И правильно сделал: перебили мужики волков, а я их даже и не видел. Говорили, что волки поначалу пошли на меня, но потом вдруг круто свернули в сторону.
— Я на это и рассчитывал, — признался охотовед. — Коли уж тебе стрелять нельзя, так их на тебя и не выпустят. Так что ты у нас оказался лучше всяких флажков — вроде стены бетонной.
Потом охотоведу прислали премию, и он справедливо разделил ее между всеми участниками облавы. Вот и получилось, что в искушение Господь не ввел, а хлеб насущный — дал.
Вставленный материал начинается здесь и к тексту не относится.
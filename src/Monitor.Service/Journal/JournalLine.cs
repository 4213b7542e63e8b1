using System.Buffers;
using System.Globalization;
using System.Security.Cryptography;
using System.Text;
using System.Text.Json;
using Monitor.Analytics.Market;
using Monitor.Service.Engine;

namespace Monitor.Service.Journal;

/// <summary>
/// Writes and reads one line of the journal format MTJ-1 (see README.md in this folder): a JSON object
/// <c>{"seq","kind","writtenTime","trade"|"quote"|"instrument","sha256"}</c> where <c>sha256</c> is the SHA-256 (FIPS 180-4)
/// of the line with the <c>,"sha256":"…"</c> member cut out. The hash is over bytes, so a reader never re-serialises.
/// </summary>
internal static class JournalLine
{
    /// <summary>Length of the hash suffix <c>,"sha256":"</c> + 64 hex + <c>"}</c>.</summary>
    public const int SuffixLength = 11 + 64 + 2;

    private static readonly byte[] SuffixStart = ",\"sha256\":\""u8.ToArray();

    public static byte[] Trade(long seq, DateTimeOffset writtenTime, TradeInput trade) =>
        Build(seq, "trade", writtenTime, w =>
        {
            w.WriteStartObject("trade");
            w.WriteString("tradeId", trade.TradeId);
            w.WriteNumber("version", trade.Version);
            w.WriteString("action", ActionName(trade.Action));
            w.WriteString("book", trade.Book);
            w.WriteString("instrumentId", trade.InstrumentId);
            w.WriteNumber("faceAmount", trade.FaceAmount);
            w.WriteNumber("cleanPrice", trade.CleanPrice);
            w.WriteString("tradeTime", Iso(trade.TradeTime));
            w.WriteEndObject();
        });

    public static byte[] Quote(long seq, DateTimeOffset writtenTime, BondQuote quote) =>
        Build(seq, "quote", writtenTime, w =>
        {
            w.WriteStartObject("quote");
            w.WriteString("instrumentId", quote.InstrumentId);
            w.WriteString("quoteTime", Iso(quote.QuoteTime));
            WriteOptional(w, "bid", quote.Bid);
            WriteOptional(w, "ask", quote.Ask);
            WriteOptional(w, "mid", quote.Mid);
            WriteOptional(w, "yield", quote.Yield);
            if (quote.Source is null)
            {
                w.WriteNull("source");
            }
            else
            {
                w.WriteString("source", quote.Source);
            }
            w.WriteEndObject();
        });

    /// <summary>An accepted instrument definition (kind <c>instrument</c>), journalled before it changes the engine.</summary>
    public static byte[] Definition(long seq, DateTimeOffset writtenTime, Analytics.Instruments.Bond bond) =>
        Build(seq, "instrument", writtenTime, w =>
        {
            w.WriteStartObject("instrument");
            BondTerms.Write(w, bond);
            w.WriteEndObject();
        });

    /// <summary>Reads one line (without its LF). Returns null and a reason when the line cannot be used.</summary>
    public static JournalRecord? Parse(ReadOnlySpan<byte> line, out JournalProblemKind? problem, out string detail)
    {
        problem = null;
        detail = string.Empty;
        if (line.Length <= SuffixLength || !line[^SuffixLength..].StartsWith(SuffixStart) || line[^2] != (byte)'"' || line[^1] != (byte)'}')
        {
            problem = JournalProblemKind.Unparsable;
            detail = "the line does not end with the ,\"sha256\":\"<64 hex>\"} member.";
            return null;
        }
        var stored = Encoding.ASCII.GetString(line[^(SuffixLength - SuffixStart.Length)..^2]);
        var computed = HashOf(line[..^SuffixLength]);
        if (!string.Equals(stored, computed, StringComparison.Ordinal))
        {
            problem = JournalProblemKind.HashMismatch;
            detail = $"stored sha256 {Short(stored)} but the bytes hash to {Short(computed)}.";
            return null;
        }
        try
        {
            using var doc = JsonDocument.Parse(line.ToArray());
            var root = doc.RootElement;
            var seq = root.GetProperty("seq").GetInt64();
            var written = ReadTime(root, "writtenTime");
            var kind = root.GetProperty("kind").GetString();
            switch (kind)
            {
                case "trade":
                    var t = root.GetProperty("trade");
                    var trade = new TradeInput(
                        Text(t, "tradeId"), t.GetProperty("version").GetInt32(), ParseAction(Text(t, "action")), Text(t, "book"),
                        Text(t, "instrumentId"), t.GetProperty("faceAmount").GetDouble(), t.GetProperty("cleanPrice").GetDouble(), ReadTime(t, "tradeTime"));
                    return new JournalRecord(seq, written, trade, null);
                case "quote":
                    var q = root.GetProperty("quote");
                    var quote = new BondQuote(Text(q, "instrumentId"), ReadTime(q, "quoteTime"), Optional(q, "bid"), Optional(q, "ask"),
                        Optional(q, "mid"), Optional(q, "yield"), q.TryGetProperty("source", out var s) ? s.GetString() : null);
                    return new JournalRecord(seq, written, null, quote);
                case "instrument":
                    return new JournalRecord(seq, written, null, null, BondTerms.Read(root.GetProperty("instrument")));
                default:
                    problem = JournalProblemKind.Unparsable;
                    detail = $"kind '{kind}' is not 'trade', 'quote' or 'instrument'.";
                    return null;
            }
        }
        catch (Exception ex) when (ex is JsonException or KeyNotFoundException or InvalidOperationException or FormatException or ArgumentException)
        {
            problem = JournalProblemKind.Unparsable;
            detail = ex.Message;
            return null;
        }
    }

    /// <summary>Lowercase hex SHA-256 of the canonical bytes: the line without its hash member, closed by <c>}</c>.</summary>
    public static string HashOf(ReadOnlySpan<byte> lineWithoutSuffix)
    {
        var canonical = new byte[lineWithoutSuffix.Length + 1];
        lineWithoutSuffix.CopyTo(canonical);
        canonical[^1] = (byte)'}';
        return Convert.ToHexStringLower(SHA256.HashData(canonical));
    }

    private static byte[] Build(long seq, string kind, DateTimeOffset writtenTime, Action<Utf8JsonWriter> body)
    {
        var buffer = new ArrayBufferWriter<byte>(256);
        using (var w = new Utf8JsonWriter(buffer))
        {
            w.WriteStartObject();
            w.WriteNumber("seq", seq);
            w.WriteString("kind", kind);
            w.WriteString("writtenTime", writtenTime.UtcDateTime.ToString("yyyy-MM-dd'T'HH:mm:ss.fffffff'Z'", CultureInfo.InvariantCulture));
            body(w);
            w.WriteEndObject();
        }
        var canonical = buffer.WrittenSpan;
        var hash = Convert.ToHexStringLower(SHA256.HashData(canonical));
        // The line: canonical bytes with the closing '}' replaced by ,"sha256":"<hash>"} and a LF.
        var line = new byte[canonical.Length - 1 + SuffixLength + 1];
        canonical[..^1].CopyTo(line);
        var at = canonical.Length - 1;
        SuffixStart.CopyTo(line, at);
        at += SuffixStart.Length;
        Encoding.ASCII.GetBytes(hash, 0, hash.Length, line, at);
        at += hash.Length;
        line[at++] = (byte)'"';
        line[at++] = (byte)'}';
        line[at] = (byte)'\n';
        return line;
    }

    private static void WriteOptional(Utf8JsonWriter w, string name, double? value)
    {
        if (value is { } v)
        {
            w.WriteNumber(name, v);
        }
        else
        {
            w.WriteNull(name);
        }
    }

    private static double? Optional(JsonElement e, string name) =>
        e.TryGetProperty(name, out var v) && v.ValueKind != JsonValueKind.Null ? v.GetDouble() : null;

    private static string Text(JsonElement e, string name) =>
        e.GetProperty(name).GetString() ?? throw new FormatException($"'{name}' is null.");

    private static DateTimeOffset ReadTime(JsonElement e, string name) =>
        DateTimeOffset.Parse(Text(e, name), CultureInfo.InvariantCulture, DateTimeStyles.RoundtripKind);

    private static string ActionName(TradeAction action) => action switch
    {
        TradeAction.New => "new",
        TradeAction.Amend => "amend",
        TradeAction.Cancel => "cancel",
        _ => throw new ArgumentOutOfRangeException(nameof(action), action, "Unknown trade action."),
    };

    private static TradeAction ParseAction(string text) => text switch
    {
        "new" => TradeAction.New,
        "amend" => TradeAction.Amend,
        "cancel" => TradeAction.Cancel,
        _ => throw new FormatException($"action '{text}' is not new, amend or cancel."),
    };

    private static string Iso(DateTimeOffset time) => time.ToString("O", CultureInfo.InvariantCulture);

    private static string Short(string hash) => hash.Length > 12 ? hash[..12] + "…" : hash;
}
Как-то под Рождество крестил я в глухом отдаленном сельце ребятишек. Для совершения Таинства предоставили мне заплеванный, пропахший мочою клуб, явленный в мир, как можно догадываться, взамен некогда разоренного храма. После крещения меня попросили заехать в соседнюю деревеньку — надобно было отпеть только что преставившегося старичка.
По дороге водитель грузовика рассказал мне, что покойному семьдесят пять лет, что всю жизнь он проработал колхозным бухгалтером, «лютый партиец — даже парторгом бывал», а вчера с ним случился удар, и врачи, приехавшие из районной больницы, ничем не смогли помочь.
В избе пахло яйцами, солеными огурцами и колбасой — хозяйка дома, старшая дочь покойного, готовила для поминок салат, а трое мужиков — сыновья, приехавшие из других деревень, — пили водку.